▸ Input data:
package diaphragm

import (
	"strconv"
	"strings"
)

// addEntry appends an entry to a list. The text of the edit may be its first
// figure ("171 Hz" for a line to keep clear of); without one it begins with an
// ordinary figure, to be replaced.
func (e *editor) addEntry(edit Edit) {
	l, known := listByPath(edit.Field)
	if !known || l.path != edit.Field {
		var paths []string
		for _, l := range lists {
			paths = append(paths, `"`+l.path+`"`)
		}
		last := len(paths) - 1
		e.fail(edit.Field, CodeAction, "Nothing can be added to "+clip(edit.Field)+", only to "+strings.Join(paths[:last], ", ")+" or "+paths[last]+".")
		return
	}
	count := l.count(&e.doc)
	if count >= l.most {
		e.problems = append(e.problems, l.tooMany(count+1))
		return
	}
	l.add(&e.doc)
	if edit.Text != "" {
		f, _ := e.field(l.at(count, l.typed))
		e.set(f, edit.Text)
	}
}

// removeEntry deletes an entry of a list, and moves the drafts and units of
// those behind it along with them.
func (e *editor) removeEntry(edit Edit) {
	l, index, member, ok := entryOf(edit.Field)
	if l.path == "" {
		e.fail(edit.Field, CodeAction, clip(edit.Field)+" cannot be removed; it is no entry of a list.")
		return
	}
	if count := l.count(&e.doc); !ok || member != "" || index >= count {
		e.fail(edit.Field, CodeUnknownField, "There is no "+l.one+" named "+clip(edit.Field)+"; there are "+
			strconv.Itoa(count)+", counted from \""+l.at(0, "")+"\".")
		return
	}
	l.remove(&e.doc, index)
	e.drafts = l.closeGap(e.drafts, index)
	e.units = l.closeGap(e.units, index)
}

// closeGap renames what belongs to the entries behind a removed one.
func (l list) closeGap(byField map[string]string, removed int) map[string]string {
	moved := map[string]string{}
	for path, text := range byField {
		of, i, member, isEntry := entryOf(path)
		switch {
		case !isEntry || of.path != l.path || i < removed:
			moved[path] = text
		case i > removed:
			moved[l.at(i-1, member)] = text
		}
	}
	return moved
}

▸ Work to be completed: What is the number of lines in the records that include "closeGap"? Answer with that number alone.

▸ The completed task: 4